1.) They were “qualified” by the lender for the teaser rate only not the eventuall rate going forward. Simultaneously, they were lulled into believing that in two years , when the loan payments and interest rates were set to adjust, that they could simply re-finance out of that loan because the value of their home will have risen by then! (And, that did actually work in the earlier times.)

2.) After making only a minimum payment for 24 months, and the new “adjusted” payment in some cases doubled, they actually owed more than the original loan balance if it was a negative amortization loan. AND, to make matters worse, now there were no new loans available at the teaser rate they originally had qualified for and the housing market price increases were not as great as expected. PLUS, with an even higher loan balance, they could not get an affordable loan now. So they were either stuck paying a higher adjusted payment, taking out a new fixed rate loan at a higher rate and payment - IF they could find one, or letting the house go into default….unless they could sell it fast for the loan amount just to get out of the bad situation.

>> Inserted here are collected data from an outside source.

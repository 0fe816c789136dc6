"""The machine-readable outcome of a task: ``result.json``.

JSON has no arrays, enums, tuples-as-keys or NaN, so :func:`to_jsonable` turns the objects a
task produces (numpy arrays and scalars, :class:`Geometry`, :class:`StateLabel`, enums,
dataclasses, paths) into plain lists, dicts, strings and numbers; non-finite floats become
``null``. :func:`result_dict` builds the keys every task reports (see ``RESULT_KEYS``) from an
:class:`OptimizationResult`.
"""

from __future__ import annotations

import dataclasses
import enum
import json
import math
import os
from pathlib import Path
from typing import Any, Iterable, Mapping, Sequence

import numpy as np

from ..geometry import Geometry
from ..states import StateLabel
from ..units import HARTREE_IN_EV

__all__ = [
    "RESULT_KEYS",
    "to_jsonable",
    "dumps",
    "write_json_atomic",
    "complete_result",
    "result_dict",
    "all_state_energies",
    "followed_roots",
    "reorderings",
]

#: keys every result.json holds (values may be null where they do not apply, e.g. gap_ev).
#: ``energies_eh`` is keyed by the followed (task) labels, the names at the start geometry;
#: ``adiabatic_energies_eh`` holds every computed state in energy order at the final geometry
#: and ``followed_roots`` maps each followed label to its adiabatic root there.
RESULT_KEYS = ("task", "converged", "iterations", "evaluations", "states", "energies_eh",
               "adiabatic_energies_eh", "followed_roots", "gap_ev", "final_xyz", "method",
               "search", "warnings")


def _key(key: Any) -> str:
    if isinstance(key, tuple):
        return "-".join(str(k) for k in key)
    if isinstance(key, enum.Enum):
        return str(key.value)
    return str(key)


def to_jsonable(obj: Any) -> Any:
    """Plain JSON-able copy of ``obj`` (dicts, lists, str, int, float, bool, None)."""
    if obj is None or isinstance(obj, (bool, str, int)):
        return obj
    if isinstance(obj, float):
        return obj if math.isfinite(obj) else None
    if isinstance(obj, np.generic):
        return to_jsonable(obj.item())
    if isinstance(obj, np.ndarray):
        return [to_jsonable(v) for v in obj.tolist()] if obj.ndim else to_jsonable(obj.item())
    if isinstance(obj, enum.Enum):
        return to_jsonable(obj.value)
    if isinstance(obj, (StateLabel, Path)):
        return str(obj)
    if isinstance(obj, Geometry):
        return {"symbols": list(obj.symbols), "coords_angstrom": to_jsonable(obj.coords_angstrom),
                "charge": obj.charge, "spin": obj.spin}
    if isinstance(obj, Mapping):
        return {_key(k): to_jsonable(v) for k, v in obj.items()}
    if hasattr(obj, "to_dict") and callable(obj.to_dict):
        return to_jsonable(obj.to_dict())
    if dataclasses.is_dataclass(obj) and not isinstance(obj, type):
        return {f.name: to_jsonable(getattr(obj, f.name)) for f in dataclasses.fields(obj)}
    if isinstance(obj, (list, tuple, set, frozenset)):
        items = sorted(obj, key=str) if isinstance(obj, (set, frozenset)) else obj
        return [to_jsonable(v) for v in items]
    raise TypeError(f"cannot write an object of type {type(obj).__name__} to JSON")


def dumps(obj: Any) -> str:
    """Pretty JSON text (two-space indent, key order kept, final newline)."""
    return json.dumps(to_jsonable(obj), indent=2, allow_nan=False) + "\n"


def write_json_atomic(path: str | os.PathLike, obj: Any) -> Path:
    """Write ``obj`` as pretty JSON; the old file stays intact until the new one is complete."""
    path = Path(path)
    text = dumps(obj)
    tmp = path.with_name(path.name + ".partial")
    with open(tmp, "w", encoding="utf-8") as fh:
        fh.write(text)
        fh.flush()
        os.fsync(fh.fileno())
    os.replace(tmp, path)
    return path


def complete_result(result: Mapping[str, Any], final_xyz: str = "final.xyz") -> dict[str, Any]:
    """Copy of ``result`` with the optional contract keys filled (gap_ev, search: null;
    warnings: []; final_xyz). Raises ValueError naming required keys that are missing."""
    out = dict(result)
    out.setdefault("gap_ev", None)
    out.setdefault("search", None)
    out.setdefault("warnings", [])
    out["final_xyz"] = final_xyz
    missing = [k for k in RESULT_KEYS if k not in out]
    if missing:
        raise ValueError(f"result is missing the key(s) {', '.join(missing)}")
    return out


def followed_roots(value: Any) -> dict[str, str]:
    """{followed label: adiabatic label of the root carrying it} behind an ObjectiveValue.

    From the tracker's target -> root assignment when recorded, else the objective's
    ``info`` ('target'/'root'); a value without either maps each followed label to itself.
    """
    tracking = getattr(value, "tracking", None)
    assignment = dict(((getattr(tracking, "info", None) or {}).get("assignment") or {}))
    if assignment:
        return {str(t): str(r) for t, r in assignment.items()}
    targets, roots = getattr(tracking, "targets", ()), getattr(tracking, "roots", ())
    if len(targets) == 1 and len(roots) == 1:  # (pairs list their roots by energy)
        return {str(targets[0]): str(roots[0])}
    info = getattr(value, "info", None) or {}
    if "target" in info and "root" in info:
        return {str(info["target"]): str(info["root"])}
    return {str(k): str(k) for k in value.energies_eh}


def all_state_energies(value: Any) -> dict[str, float]:
    """{label: Eh} of every computed state behind an ObjectiveValue (adiabatic labels of its
    evaluation), falling back to the followed states when there is no evaluation."""
    evaluation = getattr(value, "evaluation", None)
    if evaluation is not None and hasattr(evaluation, "energies"):
        return {str(k): float(v) for k, v in evaluation.energies().items()}
    return {str(k): float(v) for k, v in value.energies_eh.items()}


def reorderings(history: Iterable[Any]) -> list[str]:
    """Human-readable notes for every accepted step at which a followed state moved to
    another adiabatic root (from ``record.value.tracking``).

    Uses the tracker's target -> root assignment when it is recorded (pairs list their roots
    by energy, so zipping targets with roots would mislabel them); falls back to the order of
    ``roots`` otherwise.
    """
    notes = []
    last: dict[str, str] = {}
    for rec in history:
        tracking = getattr(rec.value, "tracking", None)
        if not rec.accepted or tracking is None:
            continue
        assignment = dict((tracking.info or {}).get("assignment", {}))
        if not assignment:
            assignment = {str(t): str(r) for t, r in zip(tracking.targets, tracking.roots)}
            if tracking.previous_roots and not last:
                last = {str(t): str(p) for t, p in zip(tracking.targets, tracking.previous_roots)}
        moves = [f"{t} now root {r} (was {last[t]})" for t, r in assignment.items()
                 if t in last and last[t] != r]
        if moves:
            notes.append(f"step {rec.iteration}: " + "; ".join(moves))
        last = assignment
    return notes


def result_dict(*, task: str, result: Any, states: Sequence[str | StateLabel],
                method: Any, search: str | None = None,
                extra: Mapping[str, Any] | None = None) -> dict[str, Any]:
    """The result.json content of an optimization task.

    Parameters
    ----------
    task
        Task kind ('relax', 'cross', ...).
    result
        The :class:`~surfcross.optimize.records.OptimizationResult`.
    states
        The followed (task) labels.
    method
        :class:`~surfcross.engine.base.MethodSpec` or its dict.
    search
        Name of the crossing search, for crossings.
    extra
        Task-specific keys added at the end (they may not replace contract keys).
    """
    value = result.value
    gap_eh = value.gap_eh
    warnings = list(result.warnings) + [f"state reordering at {n}" for n in reorderings(result.history)]
    out: dict[str, Any] = {
        "task": task,
        "converged": bool(result.converged),
        "status": result.status.value if isinstance(result.status, enum.Enum) else str(result.status),
        "message": result.message,
        "iterations": int(result.iterations),
        "evaluations": int(result.evaluations),
        "states": [str(s) for s in states],
        "energies_eh": {str(k): float(v) for k, v in value.energies_eh.items()},
        "adiabatic_energies_eh": all_state_energies(value),
        "followed_roots": followed_roots(value),
        "gap_eh": None if gap_eh is None else float(gap_eh),
        "gap_ev": None if gap_eh is None else float(gap_eh) * HARTREE_IN_EV,
        "method": method.to_dict() if hasattr(method, "to_dict") else dict(method),
        "search": search,
        "warnings": warnings,
    }
    for k, v in (extra or {}).items():
        if k in RESULT_KEYS:
            raise ValueError(f"extra result key {k!r} would replace a contract key")
        out[k] = v
    return out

3.) No one advised them of the worst scenario, (which was recently fixed by Congress) but if they got permission from the lender to sell “short”  they later found that they were taxed on the “forgiven” debt and had to pay taxes on the money forgiven by the bank as if it was ordinary income. This phantom “income” was being taxed as “Debt Relief”. Talk about adding indsult to injury.

When the “First” Bush was in office we had the Savings & Loan crisis, this time Bush “W” has a virtual banking melt-down.  If I were a conspiracy theorist, I’d say something smells fishy here.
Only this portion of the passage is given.